First, It wont let me +1 you as I must have done it recently, so let me just say +1 on the above

You are 100% right, Telepathic whilst avoiding physical mutism does cheat based on what my core motivation is, which is to not talk (they would hear me talk in their heads)

I do like the other ideas posted about having someone speak for me.
The reason I got the idea in my head is from watching an Episode of Babylon 5, watching the Gaaim talking in their Breen-Stylie suits and it translated for them... the idea that the Gaaim COULD learn the language but chose not to is an interesting idea.

I think I need to determine what sub-set of this mutism I want to follow

a) Selective mutism, acts like a snob and either refuses to learn the language (knows only his race language, not common) or refuses to speak to people not worth it.
b) Natural mutism, either through injury or born with. I would need to figure out a clever way to talk to people as the NEED to talk will be there but the ABILITY to talk would be unavailable.

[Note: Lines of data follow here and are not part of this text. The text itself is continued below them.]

def load_ensemble(path: str | Path) -> EnsembleSpec:
    """Read and validate an ensemble file and its base scenario; raise ScenarioError with a located sentence."""
    from .validity import check_numbers, check_ranges

    path = Path(path)
    data = read_yaml_document(path, "ensemble")
    if not isinstance(data, dict):
        raise located_error(
            path, "(top level)", type(data).__name__, "a mapping with name, base, design and inputs"
        )
    check_numbers(data, path)
    try:
        spec = EnsembleFile.model_validate(data)
    except ValidationError as error:
        raise _explain(error, data, path) from None

    base_path = (path.parent / spec.base).resolve()
    if not base_path.is_file():
        raise located_error(path, "base", spec.base, f"an existing scenario file (looked for {base_path})")
    raw, provenance, files = read_scenario_mapping(base_path)
    base = load_scenario_mapping(raw, base_path, provenance=provenance, files=files)
    check_base(base)

    paths: dict[str, tuple] = {}
    base_values: dict[str, Any] = {}
    seen: dict[tuple, str] = {}
    for label, item in spec.inputs.items():
        where = f"inputs.{label}.path"

        def missing(prefix: tuple, part: str, choices: list[str], _where=where, _item=item) -> ScenarioError:
            under = ".".join(str(p) for p in prefix) or "the top level"
            if not choices:
                return located_error(
                    path,
                    _where,
                    _item.path,
                    f"a field path that exists in {base_path.name}; "
                    f"{under} holds a single value, so {part!r} cannot follow it",
                )
            return located_error(
                path,
                _where,
                _item.path,
                f"a field path that exists in {base_path.name}; {part!r} is not one of the keys "
                f"under {under} {sorted(choices)}{did_you_mean(part, choices)}",
            )

        keys, value = resolve_path(raw, parse_path(item.path), on_error=missing)
        if keys in seen:
            raise located_error(
                path, where, item.path, f"a field not varied already (inputs.{seen[keys]} varies it)"
            )
        seen[keys] = label
        for other_keys, other in seen.items():
            if other != label and (other_keys[: len(keys)] == keys or keys[: len(other_keys)] == other_keys):
                raise located_error(
                    path,
                    where,
                    item.path,
                    f"a field that neither contains nor lies inside another varied one (inputs.{other})",
                )
        if item.apply == "multiplier":
            if not scalable(value):
                raise located_error(path, where, item.path, _not_scalable(value))
            levels = getattr(item, "values", None)
            if levels is not None:
                for i, level in enumerate(levels):
                    if isinstance(level, str | dict):
                        raise located_error(
                            path,
                            f"inputs.{label}.values.{i}",
                            level,
                            "a number (a multiplier of the base value)",
                        )
        paths[label] = keys
        base_values[label] = value
    loaded = EnsembleSpec(
        file=spec, path=path.resolve(), base_path=base_path, base=base, paths=paths, base_values=base_values
    )
    count = member_count(loaded)
    if spec.design != "latin_hypercube" and spec.members is not None and spec.members != count:
        raise located_error(
            path,
            "members",
            spec.members,
            f"{count} (the design {spec.design} makes that many) or no 'members' field",
        )
    if count > MAX_MEMBERS:
        raise located_error(
            path, "inputs", f"{count} members", f"a design of at most {MAX_MEMBERS:,} members"
        )
    check_ranges(loaded)
    return loaded


def _not_scalable(value: Any) -> str:
    if isinstance(value, dict):
        keys = sorted(str(k) for k in value)
        return (
            f"a field holding a number, a quantity with a unit or a {{year: value}} path (this one holds a "
            f"mapping with the keys {keys}: point the path at one of them, or use 'as: absolute')"
        )
    return (
        f"a field holding a number, a quantity with a unit or a {{year: value}} path (this one holds "
        f"{value!r}; use 'as: absolute' to replace it)"
    )


def _explain(error: ValidationError, data: dict, path: Path) -> ScenarioError:
    first = error.errors(include_url=False)[0]
    loc = tuple(first["loc"])
    # drop the union tag pydantic puts after the input label: ('inputs', 'solar', 'triangular', 'low')
    if len(loc) >= 3 and loc[0] == "inputs" and loc[2] in _TAG_MODELS:
        tag = loc[2]
        loc = loc[:2] + loc[3:]
    else:
        tag = None
    kind = first["type"]
    if loc and loc[-1] == "[key]":  # a bad input label
        loc = loc[:-1]
        return located_error(
            path, loc, loc[-1], "an input label of letters, digits and underscores, starting with a letter"
        )
    value = value_at(data, loc)
    if kind == "extra_forbidden":
        if tag is not None:
            choices = sorted(_aliases(_TAG_MODELS[tag]))
        elif len(loc) == 1:
            choices = sorted(EnsembleFile.model_fields)
        else:
            choices = []
        name = loc[-1]
        return located_error(
            path, loc, name, f"one of the fields {choices}{did_you_mean(str(name), choices)}"
        )
    if kind == "missing":
        return located_error(path, loc[:-1] or "(top level)", "nothing", f"the required field {loc[-1]!r}")
    if kind == "no_distribution" and isinstance(value, dict) and "distribution" in value:
        kind = "union_tag_invalid"
    if kind == "union_tag_invalid":
        name = value_at(data, loc + ("distribution",))
        choices = list(DISTRIBUTIONS)
        return located_error(
            path, loc + ("distribution",), name, f"one of {choices}{did_you_mean(str(name), choices)}"
        )
    if kind == "no_distribution":
        return located_error(
            path, loc, value, f"a 'distribution' (one of {list(DISTRIBUTIONS)}) or a list of 'values'"
        )
    if kind == "string_pattern_mismatch" and loc[-1] == "path":
        return located_error(
            path, loc, value, "a dotted field path such as technologies.supplies.gas_import.price"
        )
    return located_error(path, loc or "(top level)", value, expected_text(first))


def _aliases(model: type[BaseModel]) -> list[str]:
    return [info.alias or name for name, info in model.model_fields.items()]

I think roleplaying the first option is far too CE for my liking. And since we arent ALLOWED to be CE , doing my impression of Edwin, the Red Wizard of Thay from Baldurs Gate probably wont cut it with my fellow players.

I do think that the natural mutism would work. I would have to ignore the idea of shardmind, as whilst they a naturaly mute - since their telepathy bypasses the need for it I wouldnt be playing a disadvantage, i would just be playing a Shardmind!

So... now I am torn between 2 things

1 : Having someone to talk for me
2 : Having a way to communicate non-verbally

If I want someone to talk to me, I am going to have to rely on semaphore, sign language or some kind of visual rather than aural cues and mannerisms. I suppose this is doable but considering that I would still need to SPEAK to the players IRL, telling them that I am waving my hands around and you understand that as "I will flank them from this position" seems a bit redundant.. cute for the first session but massivly annoying after.

However if I can find something to talk through, that would mean I would just be saying things like "Salvon's blue magic says - I, Flank, here"

So narrowing that down further I am torn between the method to do this.

1 : Shaman, spirit guide is linked telepathicaly to the Shaman and talks for him
2 : Beastmaster who has 2 creatures, a talking bird and the normal attacking animal. The bird talks for him (just like a pirates parrot!)
3 : A device that talks for me
4 : An NPC that accompanies me everywhere and talks on my behalf using telepathy (Just like Tok, the servitor from the Babylon 5 episode where Ivanovva has fake sex with the Diplomat from the new civilization). He is unwilling to attack and during battle will hide. He can die and would basically be a (enter my level here) minion for combat purposes but does not fight. Should he die, I will no doubt find another hireling who will do so for me... there must be some kind of ritual I can perform that allows me to impart a pyshic link between me and this other person.... perhaps in instances where I am without the servitor, I can perform the ritual to become linked to another PC

I do like this last one, to make it seem like I am losing something for the value of having a servant walk around with me (even if he wouldnt fight for me, others may see it as some kind of special treatment... why can't "I" have a lacky!) --- to make it seem fair, I would sacrifice 10% of my gold to pay for his services, it is assumed that he levels as I do or is replaced with a new servitor of higher level each time I level... so although 10% of my gold at 1st-2nd level is not much, at 20th it may seem like a fortune but the trade off is that I have a stronger minion to accompany me.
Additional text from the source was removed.